The film, which has not aged well, was nevertheless a precursor to fatness becoming a prevailing theme in the burgeoning reality TV landscape of the early 2000s.

During FOX's run of "American Idol," Simon Cowell judged contestants, particularly women, on both their vocal ability and their appearance. Meanwhile, fellow judge Randy Jackson's weight became a common punchline for scorned contestants. The insults persisted until Jackson had gastric bypass surgery to lose weight.

"The Biggest Loser," which shamed teams of fat people into competing with one another to lose weight in record time, engaged in an approach to fitness that many dieticians now say is unhealthy. The show was rebooted this winter in a "kinder" format, but while the trainers may be different, the guiding principles are the same.

In 2020, it feels strange that we are still having to debate why shows that promote unhealthy ideas about body image are — at best — psychologically damaging for millions of Americans. But despite societal progress in many areas, cultural mores toward weight have not shifted much.

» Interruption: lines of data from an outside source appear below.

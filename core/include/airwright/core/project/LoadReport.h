#pragma once

#include "airwright/core/project/ProjectIssue.h"

#include <optional>
#include <vector>

namespace Airwright::Core::Project {

// What a successful load has to tell besides the project: keys it ignored and
// whether the file was written in an older format and migrated in memory.
struct LoadReport {
    std::vector<ProjectIssue> warnings;
    std::optional<int> migratedFromVersion;
};

} // namespace Airwright::Core::Project
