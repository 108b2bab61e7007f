#include "airwright/core/psychro/Psychrometrics.h"

#include "airwright/core/InputError.h"
#include "airwright/core/NumberFormat.h"
#include "airwright/core/psychro/MoistAirState.h"
#include "airwright/core/psychro/PsychroRaw.h"

#include <algorithm>
#include <array>
#include <bit>
#include <cmath>
#include <cstddef>
#include <cstdint>
#include <limits>
#include <string>

namespace Airwright::Core::Psychro {

namespace detail {

namespace {

constexpr double kKelvinOffset = 273.15;

// ASHRAE Fundamentals 2017 ch. 1 eq. 5 (over ice, index 0) and eq. 6 (over water,
// index 1), T in K, written as one form so the branch is a table index, not a jump:
//   ln pws = k1/T + k0 + c1 T + c2 T^2 + c3 T^3 + c4 T^4 + kln ln T.
struct SatCoefficients {
    double k1, k0, c1, c2, c3, c4, kln;
};
constexpr SatCoefficients kSat[2] = {
    {-5.6745359e3, 6.3925247, -9.677843e-3, 6.2215701e-7, 2.0747825e-9, -9.484024e-13, 4.1635019},
    {-5.8002206e3, 1.3914993, -4.8640239e-2, 4.1764768e-5, -1.4452093e-8, 0.0, 6.5459673},
};

inline const SatCoefficients& satBranch(double tC) { return kSat[tC > kTriplePointC ? 1 : 0]; }

inline double lnPws(const SatCoefficients& c, double T)
{
    return c.k1 / T + c.k0 + T * (c.c1 + T * (c.c2 + T * (c.c3 + T * c.c4))) + c.kln * std::log(T);
}
inline double dLnPws(const SatCoefficients& c, double T)
{
    const double r = 1.0 / T;
    return -c.k1 * r * r + c.c1 + T * (2.0 * c.c2 + T * (3.0 * c.c3 + T * 4.0 * c.c4)) + c.kln * r;
}

// Fitted inverse of eq. 5 and eq. 6: 1/T as a polynomial in s = (ln pw - mid) / half,
// Chebyshev interpolation of the exact inverse (degree 6 over ice, 7 over water);
// worst error 7e-6 K over ice and 8e-5 K over water before any Newton step.
struct InverseFit {
    double mid, half;
    double c[8];
};
constexpr InverseFit kInverse[2] = {
    {-0.075736792524400798,
     6.4919085002820953,
     {0.0047166316497002803, -0.0010564459286025898, 1.7410434501003323e-06, -7.2019666576619835e-07,
      -2.5596198204322749e-07, -7.4401638177782174e-08, -1.8011024883825474e-08, 0.0}},
    {10.336602620434403,
     3.9204309068829861,
     {0.002916435521306581, -0.00076959849348937895, -2.9648860365717429e-05, -4.7405391556639472e-06,
      -1.7402546574792066e-08, 5.0207016840742372e-07, 4.0679838521351375e-07, 1.5520759413974183e-07}},
};

const double kLnPwsTriplePoint = lnPws(kSat[0], kTriplePointC + kKelvinOffset);
const double kSatPressureTriplePoint = std::exp(kLnPwsTriplePoint);
const double kMinSatPressure = std::exp(lnPws(kSat[0], -100.0 + kKelvinOffset));
const double kMaxSatPressure = std::exp(lnPws(kSat[1], 200.0 + kKelvinOffset));

inline int inverseBranch(double lnPw) { return lnPw > kLnPwsTriplePoint ? 1 : 0; }

// Fitted 1/T of the dew point, 1/K (Estrin evaluation to keep the dependency chain
// short).
inline double fittedInverseDewPoint(double lnPw, int branch)
{
    const InverseFit& f = kInverse[branch];
    const double s = (lnPw - f.mid) / f.half;
    const double s2 = s * s;
    const double s4 = s2 * s2;
    const double p01 = f.c[0] + f.c[1] * s, p23 = f.c[2] + f.c[3] * s;
    const double p45 = f.c[4] + f.c[5] * s, p67 = f.c[6] + f.c[7] * s;
    return (p01 + p23 * s2) + (p45 + p67 * s2) * s4;
}

// 2^(j/64), j = 0 .. 63, to long-double accuracy at compile time (Taylor series of
// e^(j ln 2 / 64)), then rounded to double.
constexpr std::array<double, 64> exp2Table()
{
    std::array<double, 64> table{};
    for (int j = 0; j < 64; ++j) {
        const long double y = static_cast<long double>(j) * 0.693147180559945309417232121458176568L / 64.0L;
        long double term = 1.0L;
        long double sum = 1.0L;
        for (int n = 1; n < 30; ++n) {
            term *= y / static_cast<long double>(n);
            sum += term;
        }
        table[static_cast<std::size_t>(j)] = static_cast<double>(sum);
    }
    return table;
}
constexpr std::array<double, 64> kExp2Table = exp2Table();

// e^x to within 1.3 ulp for -700 < x < 700 (checked against long double over -12 .. 16),
// inline so that the hot loops pay no call: x = (64 k + j) ln 2 / 64 + r,
// |r| <= ln 2 / 128, e^r by its Taylor polynomial of degree 5 (error 3e-17).
inline double preciseExp(double x)
{
    constexpr double kShift = 6755399441055744.0;         // 1.5 * 2^52: adding it rounds to an integer
    constexpr double kInvStep = 92.332482616893656;       // 64 / ln 2
    constexpr double kStepHi = 0.010830424689629581;      // ln 2 / 64, 31 significant bits: k kStepHi is exact
    constexpr double kStepLo = 6.6195646342560432e-12;    // the rest of ln 2 / 64
    const double kd = x * kInvStep + kShift;
    const std::uint64_t ki = std::bit_cast<std::uint64_t>(kd);
    const double k = kd - kShift;
    const double r = (x - k * kStepHi) - k * kStepLo;
    const double r2 = r * r;
    const double p = r + r2 * ((0.5 + r * (1.0 / 6.0)) + r2 * ((1.0 / 24.0) + r * (1.0 / 120.0)));
    const double scale = std::bit_cast<double>(std::bit_cast<std::uint64_t>(kExp2Table[ki & 63U]) + ((ki >> 6) << 52));
    return scale + scale * p;
}

// ln x for positive normal x to within 2e-15 absolute (checked against long double
// over 1e-3 .. 3e6), inline: x = 2^k m, m in [1, 2); with c the centre of m's
// 1/128 interval, ln x = k ln 2 + ln c + ln(1 + r), r = m / c - 1, |r| < 1/256,
// ln(1 + r) by its Taylor polynomial of degree 6 (error 2e-18). The table holds
// 1/c rounded and -ln of that, to long-double accuracy at compile time.
struct LogTableEntry {
    double inv, lnc;
};
constexpr std::array<LogTableEntry, 128> logTable()
{
    std::array<LogTableEntry, 128> table{};
    for (int j = 0; j < 128; ++j) {
        const double inv = 1.0 / (1.0 + (j + 0.5) / 128.0);
        const long double y = 1.0L / static_cast<long double>(inv);
        const long double z = (y - 1.0L) / (y + 1.0L); // ln y = 2 atanh z, z < 1/3
        const long double z2 = z * z;
        long double term = z;
        long double sum = 0.0L;
        for (int n = 0; n < 40; ++n) {
            sum += term / static_cast<long double>(2 * n + 1);
            term *= z2;
        }
        table[static_cast<std::size_t>(j)] = {inv, static_cast<double>(2.0L * sum)};
    }
    return table;
}
constexpr std::array<LogTableEntry, 128> kLogTable = logTable();

inline double preciseLog(double x)
{
    constexpr double kLn2Hi = 0.69314718055989033;    // 42 significant bits: k kLn2Hi is exact
    constexpr double kLn2Lo = 5.4979241645436439e-14; // the rest of ln 2
    const std::uint64_t ix = std::bit_cast<std::uint64_t>(x);
    const auto k = static_cast<double>(static_cast<std::int64_t>(ix >> 52) - 1023);
    const LogTableEntry& e = kLogTable[(ix >> 45) & 127U];
    const double m = std::bit_cast<double>((ix & 0x000fffffffffffffULL) | 0x3ff0000000000000ULL);
    const double r = m * e.inv - 1.0;
    const double r2 = r * r;
    const double p = r2 * ((-0.5 + r * (1.0 / 3.0)) + r2 * ((-0.25 + r * 0.2) + r2 * (-1.0 / 6.0)));
    return (k * kLn2Hi + e.lnc) + (r + (p + k * kLn2Lo));
}

// Derivatives of ln pws (eq. 5 / 6) with respect to temperature, from T and r = 1/T,
// with the coefficients multiplied out once per branch.
struct LnPwsDerivatives {
    double d1, d2, d3, d4;
};
struct DerivativeCoefficients {
    double a1, b0, b1, b2, b3; // d1 = a1 r^2 + b0 + T (b1 + T (b2 + T b3)) + kln r
    double a2, e0, e1, e2, m2; // d2 = a2 r^3 + e0 + T (e1 + T e2) + m2 r^2
    double a3, g0, g1, m3;     // d3 = a3 r^4 + g0 + T g1 + m3 r^3
    double a4, h0, m4;         // d4 = a4 r^5 + h0 + m4 r^4
    double kln;
};
constexpr DerivativeCoefficients derivativeCoefficients(const SatCoefficients& c)
{
    return {-c.k1,       c.c1,        2.0 * c.c2,   3.0 * c.c3,  4.0 * c.c4, 2.0 * c.k1,  2.0 * c.c2,
            6.0 * c.c3,  12.0 * c.c4, -c.kln,       -6.0 * c.k1, 6.0 * c.c3, 24.0 * c.c4, 2.0 * c.kln,
            24.0 * c.k1, 24.0 * c.c4, -6.0 * c.kln, c.kln};
}
constexpr DerivativeCoefficients kDerivative[2] = {derivativeCoefficients(kSat[0]), derivativeCoefficients(kSat[1])};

Bias and discrimination against fat bodies runs rampant in workplaces, health care and various social settings. Estimates based on current trends suggest that half of Americans will be considered obese by the end of the decade. Even so, in 49 states, employees can still be fired because of their weight. Multiple studies show employers are less likely to hire fat women, with hiring managers less likely to acknowledge their leadership potential and career aptitude and more likely to associate their bodies with laziness and unprofessionalism.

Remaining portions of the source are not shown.